ECLI:NL:CRVB:2015:2153
Centrale Raad van Beroep
- Hoger beroep
- W.H. Bel
- W.F. Claessens
- J.T.H. Zimmerman
- Rechtspraak.nl
Weigering ontheffing van arbeidsverplichtingen in het kader van de Wet werk en bijstand
In deze zaak gaat het om de weigering van het college van burgemeester en wethouders van Maassluis om appellanten ontheffing te verlenen van hun arbeidsverplichtingen op grond van de Wet werk en bijstand (WWB). Appellanten, die bijstand ontvangen, hebben verzocht om ontheffing vanwege gezondheidsredenen en zorgtaken voor hun kinderen.
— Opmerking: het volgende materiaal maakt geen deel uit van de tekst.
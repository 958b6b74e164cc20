using CopyNumber.Reports;
using CopyNumber.Tests.Cli;
using CopyNumber.Tests.Storage;

namespace CopyNumber.Tests.Reports;

/// <summary>
/// The joint histogram of two species (issue 16): a bimodal pair shows as two separate bright blobs, checked by pixel
/// statistics in the quadrants of the data area (the area read from the plot's layout); and simulate --pair writes
/// pair.parquet whose law at t = 0 is the model's initial state with probability 1 and whose fractions sum to 1 at every
/// time (the definition of a histogram; common practice).
/// </summary>
public sealed class JointHistogramTests
{
    // Viridis runs from #440154 to #FDE725 with its green channel rising monotonically (Smith & van der Walt 2015; quoted
    // from memory): green ≥ 160 is the upper part of the scale, above about 0.6 of the largest cell.
    private static bool Bright((byte R, byte G, byte B) c) => c.G >= 160;

    /// <summary>
    /// The toggle's two states of scenarios/toggle_pair.cnet, near (26, 4) and (4, 26) (its header), as two discretised
    /// normal blobs of s.d. 1.5 and weights 0.6 and 0.4: the brightest pixels lie in the upper-left and lower-right
    /// quadrants of the data area, and none in the other two.
    /// </summary>
    [Fact]
    public void ABimodalPairShowsAsTwoSeparateBrightBlobs()
    {
        var cells = new List<(long, long, double)>();
        for (long u = 0; u <= 32; u++)
            for (long v = 0; v <= 32; v++)
            {
                double p = 0.6 * Math.Exp(-((u - 26) * (u - 26) + (v - 4) * (v - 4)) / 4.5) + 0.4 * Math.Exp(-((u - 4) * (u - 4) + (v - 26) * (v - 26)) / 4.5);
                if (p > 1e-6) cells.Add((u, v, p));
            }
        double total = cells.Sum(c => c.Item3);
        var snapshot = new JointSnapshot("U", "V", 50, cells.Select(c => (c.Item1, c.Item2, c.Item3 / total)).ToArray(), 1000, "minute");
        var panels = JointHistogramFigure.Build([snapshot]);
        var image = PngDecoder.Decode(FigureLook.Render(panels, 1, 700, 600).Png);
        var data = panels[0].RenderManager.LastRender.DataRect;

        int midX = (int)data.HorizontalCenter, midY = (int)data.VerticalCenter;
        var quadrant = new int[2, 2]; // [right?, lower?]
        for (int x = (int)data.Left + 1; x < (int)data.Right - 1; x++)
            for (int y = (int)data.Top + 1; y < (int)data.Bottom - 1; y++)
                if (Bright(image.At(x, y))) quadrant[x > midX ? 1 : 0, y > midY ? 1 : 0]++;
        Assert.True(quadrant[1, 1] > 50, $"U high, V low (lower right): {quadrant[1, 1]} bright pixels");
        Assert.True(quadrant[0, 0] > 20, $"U low, V high (upper left): {quadrant[0, 0]} bright pixels");
        Assert.Equal(0, quadrant[0, 1]);
        Assert.Equal(0, quadrant[1, 0]);
    }

    [Fact]
    public void Simulate_with_pair_writes_the_joint_histogram_of_every_replicate()
    {
        using var scratch = new ScratchFolder();
        var folder = scratch.File("toggle");
        var run = CliRun.Of("simulate", CliRun.Scenario("toggle_pair.cnet"), "--until", "10", "--every", "1", "--replicates", "200", "--seed", "11",
            "--pair", "U,V", "--at", "5,10", "--out", folder);
        Assert.True(run.ExitCode == 0, run.Error);

        var table = ParquetReadBack.Of(Path.Combine(folder, "pair.parquet"));
        Assert.Equal(["time", "first", "first_count", "second", "second_count", "probability"], table.Names);
        var time = (double[])table.Values[0];
        var u = (long[])table.Values[2];
        var v = (long[])table.Values[4];
        var p = (double[])table.Values[5];
        // t = 0: the model's initial state U = 25, V = 2 in every replicate.
        var start = Enumerable.Range(0, time.Length).Where(i => time[i] == 0).ToArray();
        Assert.Equal((25L, 2L, 1.0), (u[start.Single()], v[start.Single()], p[start.Single()]));
        foreach (var group in Enumerable.Range(0, time.Length).GroupBy(i => time[i]))
            Assert.Equal(1.0, group.Sum(i => p[i]), 12);
        Assert.Equal(11, time.Distinct().Count());
        // Each fraction is a whole number of the 200 replicates.
        Assert.All(p, x => Assert.Equal(0, Math.Abs(x * 200 - Math.Round(x * 200)), 9));

        Assert.Contains("figures/U-V-joint.png", File.ReadAllText(Path.Combine(folder, "report.md")));
        Assert.True(File.Exists(Path.Combine(folder, "figures", "U-V-joint.svg")));
    }

    [Fact]
    public void A_pair_that_is_not_two_species_is_refused_before_the_run()
    {
        using var scratch = new ScratchFolder();
        var run = CliRun.Of("simulate", CliRun.Scenario("toggle_pair.cnet"), "--until", "1", "--every", "0.5", "--replicates", "10", "--pair", "U,total", "--out", scratch.File("x"));
        Assert.Equal(2, run.ExitCode);
        Assert.Contains("--pair: 'total' is not a species of the model", run.Error);
        Assert.False(Directory.Exists(scratch.File("x")));
    }
}
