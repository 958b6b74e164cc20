namespace CopyNumber.Cli.Rendering;

/// <summary>
/// How the console shows a file or folder: relative to the folder the command was started in when it lies
/// beneath it (<c>runs/toggle_pair-20260302-143000</c>), so the printed path is short and can be typed back into
/// the next command from the same place; in full when it lies elsewhere, since a path climbing out with
/// <c>..</c> is neither short nor easy to check. Every printed path goes through this one rule.
/// </summary>
internal static class Paths
{
    public static string Shown(string path) => Relative(path, Directory.GetCurrentDirectory());

    public static string Shown(IEnumerable<string> paths) => string.Join(", ", paths.Select(Shown));

    /// <summary><paramref name="path"/> as shown to a user whose command started in <paramref name="startFolder"/>.</summary>
    internal static string Relative(string path, string startFolder)
    {
        var full = Path.GetFullPath(path, startFolder);
        var relative = Path.GetRelativePath(startFolder, full);
        var outside = relative == ".." || relative.StartsWith(".." + Path.DirectorySeparatorChar, StringComparison.Ordinal) || Path.IsPathRooted(relative);
        return outside ? full : relative;
    }
}
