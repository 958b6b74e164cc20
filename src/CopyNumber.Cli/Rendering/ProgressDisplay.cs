using System.Diagnostics;
using CopyNumber.Ensembles;

namespace CopyNumber.Cli.Rendering;

/// <summary>
/// Progress of an ensemble on stderr: a redrawn one-line bar when stderr is a terminal, otherwise a plain
/// line every few seconds (log files and batch schedulers get readable text, not control characters).
/// </summary>
internal sealed class ProgressDisplay : IDisposable
{
    private readonly EnsembleMonitor _monitor;
    private readonly long _total;
    private readonly TextWriter _error;
    private readonly bool _terminal;
    private readonly Stopwatch _clock = Stopwatch.StartNew();
    private readonly Timer _timer;
    private bool _drewBar;

    public ProgressDisplay(EnsembleMonitor monitor, long total, TextWriter error, bool terminal)
    {
        _monitor = monitor;
        _total = total;
        _error = error;
        _terminal = terminal;
        var period = terminal ? TimeSpan.FromMilliseconds(250) : TimeSpan.FromSeconds(5);
        _timer = new Timer(_ => Draw(), null, period, period);
    }

    private void Draw()
    {
        var done = _monitor.ReplicatesDone;
        var seconds = Math.Max(_clock.Elapsed.TotalSeconds, 1e-9);
        var eventsPerSecond = _monitor.EventsFired / seconds;
        var fraction = _total > 0 ? Math.Min(1.0, (double)done / _total) : 1;
        var leftText = TimeLeft.Describe(seconds, done, _total);
        lock (_error)
        {
            if (_terminal)
            {
                const int width = 30;
                var filled = (int)Math.Round(fraction * width);
                _error.Write($"\r[{new string('#', filled)}{new string('.', width - filled)}] {done}/{_total} replicates  {Numbers.Format(eventsPerSecond, 3)} events/s  {leftText}   ");
                _drewBar = true;
            }
            else
                _error.WriteLine($"progress: {done}/{_total} replicates ({fraction:P0}), {Numbers.Format(eventsPerSecond, 3)} events/s, {leftText}");
        }
    }

    public void Dispose()
    {
        _timer.Dispose();
        lock (_error)
            if (_drewBar) _error.Write("\r" + new string(' ', 100) + "\r");
    }
}
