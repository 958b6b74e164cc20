using System.Diagnostics;
using CopyNumber.Cli;

namespace CopyNumber.Tests.Resilience;

/// <summary>The built copynumber.dll run as a real child process, optionally inside a private mount namespace with a small tmpfs.</summary>
internal static class ChildCli
{
    /// <summary>Liveness limit so a broken build cannot hang the suite; not a measurement.</summary>
    public static readonly TimeSpan Patience = TimeSpan.FromSeconds(120);

    /// <summary>The dotnet host running the tests (or "dotnet" from PATH).</summary>
    public static string Host => Environment.ProcessPath is { } host && Path.GetFileNameWithoutExtension(host) == "dotnet" ? host : "dotnet";

    /// <summary>The command binary copied beside the tests by the project reference.</summary>
    public static string Binary => typeof(CliApplication).Assembly.Location;

    /// <summary>Starts <c>copynumber <paramref name="arguments"/></c> with both streams redirected.</summary>
    public static Process Start(IEnumerable<string> arguments) => ChildProcess.Start(arguments);

    /// <summary>Runs a process to its end; its exit code and both streams.</summary>
    public static (int ExitCode, string Output, string Error) Finish(Process child)
    {
        var output = child.StandardOutput.ReadToEndAsync();
        var error = child.StandardError.ReadToEndAsync();
        if (!child.WaitForExit(Patience))
        {
            child.Kill(entireProcessTree: true);
            Assert.Fail("the child did not finish");
        }
        child.WaitForExit();
        return (child.ExitCode, output.Result, error.Result);
    }

    /// <summary>
    /// Why a real tmpfs cannot be mounted here, or null when it can: the test mounts one in a private user
    /// and mount namespace (<c>unshare --user --map-root-user --mount</c>), which needs no root but does need
    /// unprivileged user namespaces (Linux only; some kernels and containers forbid them).
    /// </summary>
    public static string? TmpfsUnavailable()
    {
        if (!OperatingSystem.IsLinux()) return "tmpfs in a user namespace is Linux only";
        if (!File.Exists("/usr/bin/unshare") && !File.Exists("/bin/unshare")) return "no unshare(1) on this machine";
        var probe = Path.Combine(Path.GetTempPath(), "copynumber-tmpfs-probe-" + Guid.NewGuid().ToString("N"));
        Directory.CreateDirectory(probe);
        try
        {
            var (code, _, error) = Shell($"mount -t tmpfs -o size=64k tmpfs '{probe}' && test -w '{probe}'");
            return code == 0 ? null : $"unshare/mount refused: {error.Trim()}";
        }
        finally
        {
            Directory.Delete(probe);
        }
    }

    /// <summary>The shell words that run copynumber inside <see cref="Shell"/>.</summary>
    public const string Cn = "\"$CN_HOST\" \"$CN_DLL\"";

    /// <summary>Runs <paramref name="script"/> under /bin/sh inside a new user and mount namespace; <see cref="Cn"/> runs copynumber.</summary>
    public static (int ExitCode, string Output, string Error) Shell(string script)
    {
        var info = new ProcessStartInfo("unshare") { RedirectStandardError = true, RedirectStandardOutput = true, UseShellExecute = false };
        foreach (var a in new[] { "--user", "--map-root-user", "--mount", "/bin/sh", "-c", script }) info.ArgumentList.Add(a);
        info.Environment["CN_HOST"] = Host;
        info.Environment["CN_DLL"] = Binary;
        return Finish(Process.Start(info) ?? throw new InvalidOperationException("could not start unshare"));
    }
}
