using CopyNumber.Network;
using CopyNumber.Storage;
using CopyNumber.Tests.Cli;
using CopyNumber.Tests.Storage;
using static CopyNumber.Tests.Resilience.RunFolders;

namespace CopyNumber.Tests.Resilience;

/// <summary>
/// The intrinsic/extrinsic split of a nested design (docs/methods.md, "Extrinsic variability and noise by source") carried
/// through shards, merges and resumed runs. The reference is one unsplit run with the same seed: the draws depend on
/// (seed, draw) alone and the pairs of groups never straddle a block, so the parts must agree bit for bit (the same
/// argument as for the readouts' moments; docs/conventions.md). Before, a merged or resumed run wrote no noise.parquet.
/// </summary>
public class NoiseAcrossRunsTests
{
    /// <summary>The bursty gene of <see cref="RunFolders.BurstyGene"/> with a transcription rate that differs from cell to cell (illustrative).</summary>
    private static readonly string VaryingGene = BurstyGene.Replace("ktx = 8\n", "ktx = 8 varies gamma cv 0.5\n", StringComparison.Ordinal);

    private static readonly string[] NoiseFiles = [RunFiles.Noise, RunFiles.ReadoutState, RunFiles.Moments, RunFiles.Distributions];

    [Fact]
    public void Three_shards_merged_give_the_noise_split_of_one_run_cell_for_cell()
    {
        Assert.Contains("varies gamma", VaryingGene, StringComparison.Ordinal);
        using var scratch = new ScratchFolder();
        var model = WriteModel(scratch, VaryingGene);
        var whole = scratch.File("whole");
        Assert.Equal(0, CliRun.Of([.. Simulate(model, 1000, 5, "--replicates-per-draw", "4", "--out", whole)]).ExitCode);
        Assert.True(File.Exists(Path.Combine(whole, RunFiles.Noise)));
        var shards = new List<string>();
        for (var i = 1; i <= 3; i++)
        {
            var folder = scratch.File($"shard-{i}");
            Assert.Equal(0, CliRun.Of([.. Simulate(model, 1000, 5, "--replicates-per-draw", "4", "--shard", $"{i}/3", "--out", folder)]).ExitCode);
            shards.Add(folder);
        }
        var merged = scratch.File("merged");
        var merge = CliRun.Of(["merge", shards[1], shards[2], shards[0], "--out", merged]);
        Assert.Equal(0, merge.ExitCode);
        foreach (var file in NoiseFiles) AssertSameCells(whole, merged, file);
        Assert.Equal("4", Manifest(merged).Arguments[ManifestFields.ReplicatesPerDrawArgument]);
    }

    [Fact]
    public void An_interrupted_run_resumed_gives_the_noise_split_of_the_uninterrupted_run()
    {
        using var scratch = new ScratchFolder();
        var model = ModelLoader.Load(WriteModel(scratch, VaryingGene)).Model!;
        var whole = scratch.File("whole");
        Directory.CreateDirectory(whole);
        ResumeTests.Run(model, whole, 2, resume: false, CancellationToken.None);
        var folder = scratch.File("resumed");
        Directory.CreateDirectory(folder);
        using (var cancel = new CancellationTokenSource())
            ResumeTests.Run(model, folder, 2, resume: false, cancel.Token, block => { if (block >= 3) cancel.Cancel(); });
        Assert.True(Manifest(folder).Partial);
        ResumeTests.Run(model, folder, 1, resume: true, CancellationToken.None);
        Assert.False(Manifest(folder).Partial);
        foreach (var file in NoiseFiles) AssertSameCells(whole, folder, file);
    }

    [Theory]
    [InlineData(VaryingMarker, "3", "--replicates-per-draw must be 2, 4, 8, 16 or 32")]
    [InlineData(VaryingMarker, "64", "--replicates-per-draw must be 2, 4, 8, 16 or 32")]
    [InlineData("", "4", "--replicates-per-draw applies only to a model whose parameters vary")]
    public void A_group_size_that_cannot_be_used_is_refused_with_a_reason(string varying, string size, string message)
    {
        using var scratch = new ScratchFolder();
        var model = WriteModel(scratch, varying == VaryingMarker ? VaryingGene : BurstyGene);
        var run = CliRun.Of([.. Simulate(model, 100, 1, "--replicates-per-draw", size, "--out", scratch.File("run"))]);
        Assert.Equal(2, run.ExitCode);
        Assert.Contains(message, run.Error, StringComparison.Ordinal);
        AssertNoStackTrace(run);
    }

    private const string VaryingMarker = "varying";
}
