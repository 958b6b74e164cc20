using System.Globalization;

namespace CopyNumber.Kinetics;

/// <summary>
/// The one sentence for a rate law that gave a negative, NaN or infinite value, shared by the stochastic
/// simulators (a propensity a(x)) and the rate equations (a rate v(x)), so that simulate and solve stop on the
/// same model with the same words. A rate law has no meaning below zero in either description.
/// </summary>
public static class UnusableRate
{
    /// <summary>True for a finite value ≥ 0.</summary>
    public static bool IsUsable(double value) => value >= 0 && value <= double.MaxValue;

    /// <summary>
    /// "reaction 'make' has propensity -5 at time 0; a propensity must be a finite number of at least 0 (state: X=10)".
    /// </summary>
    /// <param name="reaction">The reaction's name.</param>
    /// <param name="quantity">"propensity" (stochastic) or "rate" (rate equations).</param>
    /// <param name="value">The value the law gave.</param>
    /// <param name="time">Model time.</param>
    /// <param name="state">The state, already formatted (name=value, …).</param>
    public static string Describe(string reaction, string quantity, double value, double time, string state) =>
        $"reaction '{reaction}' has {quantity} {value.ToString("G", CultureInfo.InvariantCulture)} at time {time.ToString("G", CultureInfo.InvariantCulture)}; " +
        $"a {quantity} must be a finite number of at least 0 (state: {state})";
}
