using CopyNumber.Language;
using CopyNumber.Network;

namespace CopyNumber.Kinetics;

/// <summary>
/// Symbolic partial derivatives of model expressions, for the exact Jacobian of the rate equations.
/// The usual rules of differentiation (sum, product, quotient, chain and power rules; common
/// practice), with light simplification as the result is built: 0·x → 0, 1·x → x, x + 0 → x, x^1 → x,
/// x^0 → 1 and folding of operations on two numbers when the result is finite. The derivative of
/// abs, min and max uses <c>sign</c> (taking the mean of the two sides at a tie), a function only the
/// compiler knows. The result is an ordinary expression: it prints with <see cref="ExpressionText"/>
/// and compiles with <see cref="ExpressionCompiler"/>.
/// </summary>
public static class SymbolicDerivative
{
    /// <summary>∂<paramref name="expression"/>/∂<paramref name="variable"/>, every other name held constant.</summary>
    /// <param name="expression">The expression, readouts already expanded (<see cref="ExpressionScope.Expand"/>).</param>
    /// <param name="variable">The name to differentiate by, usually a species.</param>
    /// <exception cref="ModelException">An unknown function, operator or wrong number of arguments.</exception>
    public static Expr Differentiate(Expr expression, string variable) => new Rules(variable).D(expression);

    /// <summary>Whether <paramref name="variable"/> occurs in <paramref name="expression"/>.</summary>
    public static bool DependsOn(Expr expression, string variable) =>
        ExpressionScope.Names(expression).Any(n => n.Name == variable);

    private sealed class Rules(string variable)
    {
        public Expr D(Expr e) => e switch
        {
            NumberExpr => Number(0, e),
            NameExpr name => Number(name.Name == variable ? 1 : 0, e),
            NegateExpr negate => Neg(D(negate.Operand)),
            BinaryExpr binary => Binary(binary),
            CallExpr call => Call(call),
            _ => throw new ModelException(e.Position, "unsupported expression"),
        };

        private Expr Binary(BinaryExpr b)
        {
            var (u, w) = (b.Left, b.Right);
            switch (b.Operator)
            {
                case '+': return Add(D(u), D(w));
                case '-': return Sub(D(u), D(w));
                case '*': return Add(Mul(D(u), w), Mul(u, D(w)));
                case '/':
                    var dw = D(w);
                    return IsNumber(dw, 0) ? Div(D(u), w) : Div(Sub(Mul(D(u), w), Mul(u, dw)), Pow(w, Number(2, b)));
                case '^': return PowerRule(u, w, b);
                default: throw new ModelException(b.Position, $"unknown operator '{b.Operator}'");
            }
        }

        private Expr PowerRule(Expr u, Expr w, Expr at)
        {
            if (!DependsOn(w, variable)) // d(u^w) = w·u^(w−1)·u'
                return Mul(Mul(w, Pow(u, Sub(w, Number(1, at)))), D(u));
            var power = new BinaryExpr('^', u, w, at.Position);
            var logU = new CallExpr("log", [u], at.Position);
            if (!DependsOn(u, variable)) // d(u^w) = u^w·ln(u)·w'
                return Mul(Mul(power, logU), D(w));
            // d(u^w) = u^w·(w'·ln u + w·u'/u)
            return Mul(power, Add(Mul(D(w), logU), Div(Mul(w, D(u)), u)));
        }

        private Expr Call(CallExpr c)
        {
            var args = c.Arguments;
            ExpressionCompiler.FunctionMethod(c); // reports an unknown function or a wrong argument count
            switch (c.Function)
            {
                case "exp": return Mul(c, D(args[0]));
                case "log": return Div(D(args[0]), args[0]);
                case "sqrt": return Div(D(args[0]), Mul(Number(2, c), c));
                case "abs": return Mul(Sign(args[0], c), D(args[0]));
                case LawFunctions.SignFunction: return Number(0, c);
                case "pow": return PowerRule(args[0], args[1], c);
                case "min" or "max" when args.Count > 2:
                    return D(c with { Arguments = [c with { Arguments = args.Take(args.Count - 1).ToArray() }, args[^1]] });
                case "min" or "max":
                {
                    // min(a,b) = (a + b − |a − b|)/2 and max(a,b) = (a + b + |a − b|)/2, differentiated
                    var (da, db) = (D(args[0]), D(args[1]));
                    var sum = Add(da, db);
                    var jump = Mul(Sign(Sub(args[0], args[1]), c), Sub(da, db));
                    return Div(c.Function == "min" ? Sub(sum, jump) : Add(sum, jump), Number(2, c));
                }
                default: return D(Definition(c));
            }
        }

        // The saturating functions by their definitions x^n/(K^n + x^n), K^n/(K^n + x^n), x/(K + x).
        private static Expr Definition(CallExpr c)
        {
            var p = c.Position;
            var a = c.Arguments;
            Expr Raise(Expr b) => new BinaryExpr('^', b, a[2], p);
            return c.Function switch
            {
                "hill_act" => new BinaryExpr('/', Raise(a[0]), new BinaryExpr('+', Raise(a[1]), Raise(a[0]), p), p),
                "hill_rep" => new BinaryExpr('/', Raise(a[1]), new BinaryExpr('+', Raise(a[1]), Raise(a[0]), p), p),
                "mm" => new BinaryExpr('/', a[0], new BinaryExpr('+', a[1], a[0], p), p),
                _ => throw new ModelException(p, $"cannot differentiate '{c.Function}'"),
            };
        }
    }

    private static Expr Number(double value, Expr at) => new NumberExpr(value, at.Position);

    private static Expr Sign(Expr argument, Expr at) => new CallExpr(LawFunctions.SignFunction, [argument], at.Position);

    /// <summary>The value of a subexpression made of numbers only, when finite; null for anything else.</summary>
    private static double? Literal(Expr e) => e switch
    {
        NumberExpr n => n.Value,
        NameExpr => null,
        _ => ConstantEvaluation.TryNumber(e, out var value) && double.IsFinite(value) ? value : null,
    };

    /// <summary>A new operator node, its number-only operands folded to single numbers.</summary>
    private static Expr Node(char op, Expr a, Expr b) => new BinaryExpr(op, Folded(a), Folded(b), a.Position);

    private static Expr Folded(Expr e) => e is not NumberExpr && Literal(e) is { } value ? new NumberExpr(value, e.Position) : e;

    private static bool IsNumber(Expr e, double value) => Literal(e) == value;

    private static Expr? Fold(char op, Expr a, Expr b)
    {
        if (Literal(a) is not { } x || Literal(b) is not { } y) return null;
        var value = ConstantEvaluation.Apply(op, x, y, a.Position);
        return double.IsFinite(value) ? new NumberExpr(value, a.Position) : null;
    }

    // Each constructor folds two numbers first, then applies the identities.
    private static Expr Add(Expr a, Expr b) =>
        Fold('+', a, b) ?? (IsNumber(a, 0) ? b : IsNumber(b, 0) ? a : Node('+', a, b));

    private static Expr Sub(Expr a, Expr b) =>
        Fold('-', a, b) ?? (IsNumber(b, 0) ? a : IsNumber(a, 0) ? Neg(b) : Node('-', a, b));

    private static Expr Mul(Expr a, Expr b)
    {
        if (Fold('*', a, b) is { } folded) return folded;
        if (IsNumber(a, 0) || IsNumber(b, 0)) return new NumberExpr(0, a.Position);
        if (IsNumber(a, 1)) return b;
        if (IsNumber(b, 1)) return a;
        if (IsNumber(a, -1)) return Neg(b);
        if (IsNumber(b, -1)) return Neg(a);
        return Node('*', a, b);
    }

    private static Expr Div(Expr a, Expr b) =>
        Fold('/', a, b) ?? (IsNumber(a, 0) ? new NumberExpr(0, a.Position) : IsNumber(b, 1) ? a : Node('/', a, b));

    private static Expr Pow(Expr a, Expr b) =>
        Fold('^', a, b) ?? (IsNumber(b, 0) ? new NumberExpr(1, a.Position) : IsNumber(b, 1) ? a : Node('^', a, b));

    private static Expr Neg(Expr a) => a switch
    {
        _ when Literal(a) is { } value => new NumberExpr(-value, a.Position),
        NegateExpr inner => inner.Operand,
        _ => new NegateExpr(a, a.Position),
    };
}
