using CopyNumber.Ensembles;
using CopyNumber.Network;
using CopyNumber.Stochastic;

namespace CopyNumber.Tests.Resilience;

/// <summary>Cancelling an ensemble through the library: blocks are kept whole or dropped, and a long replicate does not hold the run.</summary>
public class CancellationTests
{
    [Fact]
    public void A_replicate_that_runs_long_between_grid_points_is_left_behind_and_the_run_returns()
    {
        // Two states flipping 10^9 times per time unit, recorded only at 0 and 1000: one replicate needs
        // about 2·10^12 events before its next grid point, far more than the event limit of 10^8 that
        // bounds how long the left-behind thread keeps running. The limit must outlast the cancellation
        // (100 ms) plus EnsembleRunner.AbandonAfter (500 ms) at any event rate this engine reaches: 10^8
        // events take over 1 s even at 80 M events/s (2·10^7 took under 0.6 s on a quiet machine at
        // 35–40 M events/s, so the replicate finished before the runner gave up on it, and the test failed).
        var model = ModelLoader.LoadText("species\n  A = 1\n  B = 0\nreactions\n  there: A -> B mass 1e9\n  back: B -> A mass 1e9\n", "flip.cnet").Model!;
        var options = new EnsembleOptions
        {
            Grid = new TimeGrid(1000, 1000),
            Replicates = 10,
            Seed = 1,
            Threads = 1,
            Simulator = new SimulatorOptions(MaxEvents: 100_000_000),
        };
        var monitor = new EnsembleMonitor();
        // The cancellation comes from a thread of its own: a CancellationTokenSource timer runs on the thread
        // pool, which the parallel test suite can starve for seconds, long enough for three replicates to reach
        // the event limit before the cancellation arrived (seen once in a full run under load).
        using var cancel = new CancellationTokenSource();
        var canceller = new Thread(() =>
        {
            Thread.Sleep(100);
            cancel.Cancel();
        }) { IsBackground = true };
        canceller.Start();
        var result = EnsembleRunner.Run(model.Network, options, monitor: monitor, cancel: cancel.Token);
        canceller.Join();
        // Had the runner waited for the replicate, it would have counted it done before returning.
        Assert.Equal(0, monitor.ReplicatesDone);
        Assert.True(result.Interrupted);
        Assert.Equal(0, result.ReplicatesFinished);
        Assert.Empty(result.FinishedBlocks);
        Assert.True(result.Histogram(0, 0).IsEmpty);
    }

    [Fact]
    public void Blocks_finished_before_the_cancellation_are_kept_whole_and_the_rest_are_dropped()
    {
        var model = ModelLoader.LoadText("species\n  X = 0\nreactions\n  make: 0 -> X mass 5\n  lose: X -> 0 mass 1\nreadouts\n  half = X / 2\n", "id.cnet").Model!;
        var options = new EnsembleOptions { Grid = new TimeGrid(2, 0.5), Replicates = 1000, Seed = 2, Threads = 2 };
        using var cancel = new CancellationTokenSource();
        var monitor = new EnsembleMonitor { BlockFinished = _ => cancel.Cancel() };
        var result = EnsembleRunner.Run(model.Network, options, monitor: monitor, cancel: cancel.Token);
        Assert.True(result.Interrupted);
        Assert.InRange(result.FinishedBlocks.Count, 1, 2); // the block that cancelled, and perhaps the other thread's
        Assert.Equal(result.FinishedBlocks.Count * 64, result.ReplicatesFinished);
        // Every replicate of a kept block is in every histogram and in the real readout's moments.
        for (var k = 0; k < options.Grid.Count; k++)
        {
            Assert.Equal(result.ReplicatesFinished, result.Histogram(k, 0).Total);
            Assert.Equal(result.ReplicatesFinished, result.Moments(k, 0).Count);
        }
    }
}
De Centrale Raad van Beroep behandelt het hoger beroep tegen de uitspraak van de rechtbank Rotterdam, die het beroep ongegrond had verklaard.
De Raad stelt vast dat appellanten in 2010 bijstand hebben gekregen en dat appellant is gestart met een re-integratietraject. Door ziekteverzuim verliep dit traject moeizaam, waarna in 2012 de mogelijkheid werd geboden om de zorg voor de kinderen op zich te nemen. Appellante startte een re-integratietraject, terwijl appellant om ontheffing vroeg. Het college weigerde deze ontheffing na advies van Salude Deskundige Dienst, dat concludeerde dat appellant in staat was om een re-integratietraject te volgen, mits rekening werd gehouden met zijn beperkingen.
De Raad overweegt dat het college terecht heeft gehandeld door de arbeidsverplichtingen van appellant te handhaven, aangezien er geen medische redenen waren voor een structurele urenbeperking. De zorgtaken van appellanten werden niet als dringende redenen aangemerkt, omdat zij niet met objectieve gegevens konden onderbouwen dat appellant niet in staat was om voor de kinderen te zorgen. De Raad bevestigt de uitspraak van de rechtbank en oordeelt dat het hoger beroep niet slaagt.